- Theatrical release poster
- Directed by: Chris Eigeman
- Written by: Chris Eigeman
- Produced by: Ami Armstrong
- Starring: Famke Janssen; Rip Torn; Matt Ross; Lois Smith; Marin Hinkle; Jaymie Dornan;
- Cinematography: Hernan Michael Otaño
- Edited by: Michael LaHaie
- Music by: Clogs
- Production companies: Bandora; Mr. Nice;
- Distributed by: Screen Media Films
- Release dates: October 17, 2007 (Hamptons International Film Festival); May 9, 2008 (United States);
- Running time: 92 minutes
- Country: United States
- Language: English
- Budget: $500,000

= Turn the River =

Turn the River is a 2007 drama film written and directed by Chris Eigeman. It stars Famke Janssen, Jaymie Dornan, Rip Torn, Matt Ross, Lois Smith, Marin Hinkle, Terry Kinney, Jordan Bridges, and Ari Graynor. The film debuted at the Hamptons International Film Festival on October 17, 2007. Janssen did her own pool shooting in the movie.

==Plot==
Turn the River stars Famke Janssen as Kailey Sullivan, a woman rough around the edges and schooled in hard knocks. Divorced from her son's father and without visitation rights, she and her son write letters to each other and meet surreptitiously.

Kailey learns that her son, Gulley, is being abused by his father and is being bullied in school. She decides that the best thing for her and her child would be to leave the country and start a new life in Canada. She puts a plan into motion to organize fake passports and papers, which requires that she raise a fair amount of money.

Kailey starts by using her exceptional skills at the pool hall to win small bets. After a nasty encounter with a player unhappy at losing, Kailey reveals to her friend Teddy Quinette that she met her ex-husband, David, while she was running an illegal card game room. David left his studies in a seminary to marry a then-pregnant Kailey. David's mother, staunchly religious and unhappy at this turn of events, reported Kailey's illegal activities and then struck a deal with her to make her life easier in return for Kailey getting a divorce and giving away custody of Gulley. With Teddy's help, Kailey begins to organize high-stakes games against skilled players at the pool bar Teddy owns. Kailey eventually collects enough money and prepares to flee with her son in tow. On the morning of departure, she drops by David's house to speak to him for the first time in eleven years. She tells him that she is leaving with Gulley and that he will be better off with her.

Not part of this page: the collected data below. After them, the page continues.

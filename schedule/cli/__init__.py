"""The command line, one module per verb; main.py assembles the group."""
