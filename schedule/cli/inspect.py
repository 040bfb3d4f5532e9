"""``schedule inspect family.h5 [--json]``: summary, interpolant and leave-one-out table."""

from __future__ import annotations

import json
import math

import click
import numpy as np

from ..errors import ScheduleError


def _num(v) -> float | None:
    v = float(v)
    return v if math.isfinite(v) else None


def _point(names, row) -> dict:
    return {n: float(x) for n, x in zip(names, row, strict=True)}


def _loo_rows(evidence) -> list[dict]:
    rows = []
    for r in evidence:
        rows.append({"form": r.form, "kind": r.kind, "points": int(len(r.stable)),
                     "unstable": r.n_unstable, "max_norm_over_gamma": _num(r.max_norm_ratio),
                     "max_stable_norm_over_gamma": _num(r.max_stable_norm_ratio),
                     "median_matrix_error": _num(r.median_error), "failure": r.failure})
    return rows


def inspect_family(path: str, loo: bool = True, progress=None) -> dict:
    """The information `schedule inspect` prints, as a JSON-ready dict."""
    from ..coordinates import check_family_coordinates
    from ..interpolate import (
        ScheduledController,
        choose_interpolant,
        evidence_from_arrays,
    )
    from ..store import read_family

    f = read_family(path)
    names = f.variable_names
    ok = f.ok
    opt = np.asarray(f.gamma_opt, dtype=float)
    info: dict = {
        "file": str(path),
        "variables": [{"name": v.name, "unit": v.unit, "lower": v.lower, "upper": v.upper}
                      for v in f.variables],
        "points": int(len(f.points)), "ok": int(ok.sum()), "failed": int((~ok).sum()),
        "grid": None if f.breakpoints is None else [int(len(b)) for b in f.breakpoints],
        "gamma": float(f.gamma),
        "failures": [{"index": int(i), "point": _point(names, f.points[i]),
                      "reason": str(f.reasons[i])} for i in np.flatnonzero(~ok)],
    }
    if np.isfinite(opt).any():
        lo, hi = int(np.nanargmin(opt)), int(np.nanargmax(opt))
        info["gamma_opt_min"] = {"value": float(opt[lo]), "index": lo,
                                 "point": _point(names, f.points[lo])}
        info["gamma_opt_max"] = {"value": float(opt[hi]), "index": hi,
                                 "point": _point(names, f.points[hi])}
    info["interpolant"] = None
    if f.interpolant:
        try:
            info["interpolant"] = ScheduledController.from_family(f).describe()
        except ScheduleError as exc:
            info["interpolant"] = {"error": str(exc)}
    evidence, source = evidence_from_arrays(f.extra), "file"
    chosen = str(f.extra.get("loo_chosen", "")) if evidence else ""
    if evidence is None and loo and ok.sum() >= 2:
        try:
            best, evidence = choose_interpolant(f, progress=progress)
            source, chosen = "computed", f"{best.form}/{best.kind}"
        except ScheduleError as exc:
            evidence, source = [], f"not computed: {exc}"
    info["leave_one_out"] = {"source": source if evidence is not None else "absent",
                             "best": chosen or None,
                             "table": _loo_rows(evidence or [])}
    try:
        rep = check_family_coordinates(f) if ok.sum() >= 2 else None
        info["coordinates"] = None if rep is None else (
            {"ok": rep.ok, "suspects": [int(k) for k in rep.suspects], "message": rep.message})
    except ScheduleError as exc:
        info["coordinates"] = {"ok": None, "suspects": [], "message": str(exc)}
    return info


def _text(v) -> str:
    return ", ".join(f"{k}={x:g}" for k, x in v.items())


def _fmt(v, spec: str = ".4g") -> str:
    return "-" if v is None else format(v, spec)


def _print(info: dict) -> None:
    echo = click.echo
    echo(f"family file   {info['file']}")
    for v in info["variables"]:
        echo(f"variable      {v['name']} [{v['unit']}] {v['lower']:g} .. {v['upper']:g}")
    grid = "scattered" if info["grid"] is None else "grid " + " x ".join(map(str, info["grid"]))
    echo(f"points        {info['points']} ({info['ok']} ok, {info['failed']} failed; {grid})")
    if "gamma_opt_min" in info:
        lo, hi = info["gamma_opt_min"], info["gamma_opt_max"]
        echo(f"gamma_opt     {lo['value']:.5g} at {_text(lo['point'])} .. "
             f"{hi['value']:.5g} at {_text(hi['point'])}")
    echo(f"common gamma  {info['gamma']:.5g}")
    for item in info["failures"]:
        echo(f"failed        [{item['index']}] {_text(item['point'])}: {item['reason']}")
    it = info["interpolant"]
    if it is None:
        echo("interpolant   none stored")
    elif "error" in it:
        echo(f"interpolant   unreadable: {it['error']}")
    else:
        settings = ", ".join(f"{k}={v:.4g}" if isinstance(v, float) else f"{k}={v}"
                             for k, v in it["settings"].items()
                             if k not in ("kind", "n_variables", "n_values"))
        echo(f"interpolant   {it['form']}/{it['kind']}" + (f" ({settings})" if settings else ""))
    coords = info.get("coordinates")
    if coords and coords.get("message"):
        echo(f"coordinates   {coords['message']}")
    elif coords:
        echo("coordinates   consistent (no neighbour pair differs much more in matrices than "
             "in response)")
    loo = info["leave_one_out"]
    if not loo["table"]:
        echo(f"leave-one-out {loo['source']}")
        return
    echo(f"leave-one-out ({loo['source']}; best {loo['best'] or '-'}):")
    echo(f"  {'form/kind':<28} {'unstable':>8} {'max |T|/gamma':>14} {'median err':>11}"
         "   (max over the stable predictions; err = relative Frobenius error)")
    for r in loo["table"]:
        label = f"{r['form']}/{r['kind']}"
        if r["failure"]:
            echo(f"  {label:<28} failed: {r['failure']}")
            continue
        echo(f"  {label:<28} {r['unstable']:>3}/{r['points']:<4} "
             f"{_fmt(r['max_stable_norm_over_gamma']):>14} {_fmt(r['median_matrix_error']):>11}")


@click.command("inspect")
@click.argument("family_file", type=click.Path(exists=True, dir_okay=False))
@click.option("--json", "as_json", is_flag=True, help="Print the summary as JSON.")
@click.option("--loo/--no-loo", default=True, show_default=True,
              help="Compute the leave-one-out table when the file does not hold one.")
def inspect_command(family_file: str, as_json: bool, loo: bool) -> None:
    """Summarize FAMILY_FILE: points, gamma, failures, interpolant, leave-one-out table.

    The leave-one-out table refits each interpolant without one design point at
    a time and closes the predicted controller with the true plant there
    (max |T|/gamma over the stable predictions; 'unstable' counts the others).
    """
    def progress(label: str) -> None:
        if not as_json:
            click.echo(f"leave-one-out: {label}", err=True)

    info = inspect_family(family_file, loo=loo, progress=progress)
    if as_json:
        click.echo(json.dumps(info, indent=2))
    else:
        _print(info)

Kailey then handcuffs David inside the house with the aid of a replica handgun. David's wife returns to find him, and they call the police.

After driving to Canada–US border, Kailey and Gulley have only to catch an early morning bus over the border. The police manage to track them down before they can leave, and Kailey is shot by police who believed her to be reaching for a firearm in her bag. It is left to the viewer to decide if she died or not. The movie ends with a flashback of Gulley walking to Quinette's pool bar for the first time to receive a postcard from his mother.

== Cast ==
- Famke Janssen as Kailey Sullivan
- Jaymie Dornan as Gulley
- Rip Torn as Teddy Quinette
- Matt Ross as David
- Lois Smith as Abigail
- Marin Hinkle as Ellen
- Terry Kinney as Markus
- Jordan Bridges as Brad
- Ari Graynor as Charlotte
- John Juback as Duncan
- Tony Robles as Ralphie
- Santo D'Asaro as Scott
- Zoe Lister Jones as Kat
- Elizabeth Atkeson as Sally
- Joseph Siravo as Warren

==Themes==
Entertainment website Variety offered the following analysis:
In casting a woman in a traditionally male role, Eigeman subtly shifts both genre and gender. His heroine adopts the iconography of the hustler movie but feminizes it: The image of a woman camping out on a pool table reads less as rugged than vulnerable. When Kailey gets beaten up, it's not for being a hustler but for being a woman, as male rage explodes on the barest pretext.

==Critical reception==
As of April 11, 2009, the review aggregator Rotten Tomatoes reported that 67% of critics gave the film positive reviews, based on 18 reviews.

==Awards==
Eigeman won the Zicherman Family Foundation Award For Best Screenwriter "for its unflinching realism, pitch perfect dialogue and three-dimensional characters in a world that is so often given to stereotypes."

Janssen was awarded a Special Jury Best Actress Prize for her work in the film "for a brave and touching portrayal of a woman fighting for her child and her life."

The film, Chris Eigeman and Ami Armstrong were nominated for Film Independent's John Cassavetes Award.

==Soundtrack==
The music on the film's soundtrack is composed by Clogs.